北條 現在、16件に導入しています。半分は新規導入、あとの半分は「階層別に部門管理をしたい」「科目が足りなくなってきた」という理由で、FX2からの切り替えです。うちの事務所でも利用しています。

──FX4クラウドを推進する基準はあるのでしょうか。

北條 年商などの基準はなく、基本的には、新規で法人のお客さまであれば、最初にFX4クラウドをご提案します。年商約5000万円のお客さまにも導入いただいています。
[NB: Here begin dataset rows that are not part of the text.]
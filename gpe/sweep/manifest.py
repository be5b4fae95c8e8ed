"""The output folder of a sweep: its manifest, and the check that a rerun is the same sweep.

A sweep folder is resumed point by point, so it must never join runs of two protocols. The
manifest keeps, for every point, its overrides and a digest of what its run depends on (the
resolved protocol, its text and the static trap on the grid, so an edited mask image counts);
a rerun whose digests differ is refused by name, or the changed points are moved aside and
computed again when asked to.

Units: none (bookkeeping).
"""

from __future__ import annotations

import hashlib
import json
import shutil
import time
from pathlib import Path
from typing import Any, Callable, Mapping

from gpe.errors import VorthermError
from gpe.sweep.file import Point, Sweep, SweepError
from gpe.sweep.table import SUMMARY_FORMAT_VERSION, read_json, write_json

# NumPy and the protocol are imported inside protocol_fingerprint, for the reason given in
# gpe/sweep/execute.py (spawned workers import the sweep modules before their thread limits).


def protocol_fingerprint(base: str, overrides: tuple[str, ...]) -> dict:
    """What a point's run depends on: a digest of its resolved protocol and static trap.

    The digest covers the protocol text, the overrides, every resolved value and the static
    potential on the grid, so an edited mask image changes it too. ``settings`` is the resolved
    protocol flattened to ``key: value`` (for naming what changed).
    """
    import warnings

    import numpy as np  # imported here: see the note at the top of this module

    from gpe.errors import ProtocolWarning
    from gpe.setup.protocol import load_protocol

    try:
        with warnings.catch_warnings():   # shown once when the sweep file was checked
            warnings.simplefilter("ignore", ProtocolWarning)
            protocol = load_protocol(base, overrides)
            potential = protocol.build_trap()
    except VorthermError as exc:          # an invalid point fails on its own when it runs
        return {"digest": f"invalid: {exc}", "settings": {}}
    resolved = protocol.to_dict()
    resolved.pop("source_name", None)
    h = hashlib.sha256(json.dumps(resolved, sort_keys=True).encode())
    h.update(protocol.source_text.encode())
    h.update(np.ascontiguousarray(potential, dtype=np.float64).tobytes())
    return {"digest": h.hexdigest(), "settings": _flatten(resolved)}


def _flatten(tree: Any, prefix: str = "") -> dict:
    if isinstance(tree, dict):
        out = {}
        for k, v in tree.items():
            out.update(_flatten(v, f"{prefix}{k}."))
        return out
    if isinstance(tree, list) and tree and all(isinstance(v, dict) for v in tree):
        out = {}
        for i, v in enumerate(tree):
            out.update(_flatten(v, f"{prefix}{i}."))
        return out
    return {prefix[:-1]: tree}


def _changes(old: Mapping, new: Mapping, limit: int = 6) -> str:
    keys = sorted(k for k in set(old) | set(new) if old.get(k) != new.get(k)
                  and not k.startswith(("units.", "atoms.")))
    shown = [f"{k}: {old.get(k)!r} -> {new.get(k)!r}" for k in keys[:limit]]
    return "; ".join(shown) + (f"; and {len(keys) - limit} more" if len(keys) > limit else "")


def prepare_output(sweep: Sweep, out_dir: Path, fingerprint: Callable[[str, tuple], dict],
             restart_changed: bool) -> list[Point]:
    """Create the output folder; refuse one that belongs to a different sweep or protocol.

    A point whose protocol (base file, overrides, files it reads) changed since its run was
    started is refused by name, or, with ``restart_changed``, its run file and record are moved
    to ``superseded/<time>/`` and it is computed again.
    """
    points = sweep.points()
    manifest = out_dir / "manifest.json"
    old = read_json(manifest) if manifest.exists() else None
    prints = {p.point_id: fingerprint(str(sweep.base), p.overrides) for p in points}
    new = {"format_version": SUMMARY_FORMAT_VERSION, "sweep_file": sweep.source,
           "base": str(sweep.base), "points": {p.point_id: list(p.overrides) for p in points},
           "digests": {pid: f["digest"] for pid, f in prints.items()}}
    base_print = fingerprint(str(sweep.base), ())
    new["base_settings"] = base_print["settings"]
    changed = []
    if old is not None:
        for pid, overrides in old.get("points", {}).items():
            if pid in new["points"] and new["points"][pid] != overrides:
                raise SweepError(
                    f"output folder '{out_dir}' belongs to a different sweep: point {pid} was "
                    f"{overrides}, now {new['points'][pid]}; choose a new output folder (finished "
                    f"runs are never overwritten)")
        old_digests = old.get("digests", {})
        changed = sorted(pid for pid in new["digests"] if pid in old.get("points", {})
                         and old_digests.get(pid) != new["digests"][pid]
                         and ((out_dir / "runs" / f"{pid}.h5").exists()
                              or (out_dir / "points" / f"{pid}.json").exists()))
        if changed and not restart_changed:
            what = _changes(old.get("base_settings", {}), new["base_settings"])
            what = (f"changed in the base protocol: {what}" if what else
                    "the resolved base protocol is the same, so a file it reads (a mask image) or "
                    "the overrides' meaning changed")
            raise SweepError(
                f"output folder '{out_dir}' was started with another protocol: {len(changed)} of "
                f"{len(points)} points differ (e.g. {changed[0]}); {what}. Its runs are kept. "
                f"Choose a new output folder (-o), or rerun with --restart-changed to move the "
                f"changed points' files to {out_dir / 'superseded'} and compute them again")
        new["points"] = {**old.get("points", {}), **new["points"]}
        new["digests"] = {**old_digests, **new["digests"]}
    (out_dir / "runs").mkdir(parents=True, exist_ok=True)
    (out_dir / "points").mkdir(exist_ok=True)
    if changed:
        aside = out_dir / "superseded" / time.strftime("%Y%m%d-%H%M%S")
        aside.mkdir(parents=True, exist_ok=True)
        for pid in changed:
            for path in (out_dir / "runs" / f"{pid}.h5", out_dir / "points" / f"{pid}.json"):
                if path.exists():
                    shutil.move(str(path), str(aside / path.name))
    write_json(manifest, new)
    (out_dir / "sweep.toml").write_text(sweep.text, encoding="utf-8")
    return points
──システムラインナップの最良のものからご提案するということですか。

北條 それもありますが、企業規模が小さいからといってFX4クラウドをお勧めしないのは、「この人はこれくらいかな」と他人を評価しているような感じで、あまり気持ちの良いものではないなと。それに事務所経営のことを考えたら、導入いただける可能性を少しでも高めたい。その点でも、勝手な線引きや判断はよくないと思っています。
 でも、実は私も4年ほど前までは、「価格のことを考えると、企業規模の小さい会社にはFX4クラウドの導入は難しいだろうな」という先入観を持っていたんです。その考えを改めるきっかけをくれたのが、平成27年から関与している不動産会社の社長さんでした。
 当時創業1期目だったその会社の社長さんは、「小さな企業でも大企業と同じように月次決算がしたい」「5年で上場したい」と言われていました。半ば無理かもと思いつつ、「それなら、FX4クラウドというシステムがありますよ」と言ってみたところ、「そのシステム、CMで見たことあります。ぜひ使いたい」と。すぐに導入が決まりました。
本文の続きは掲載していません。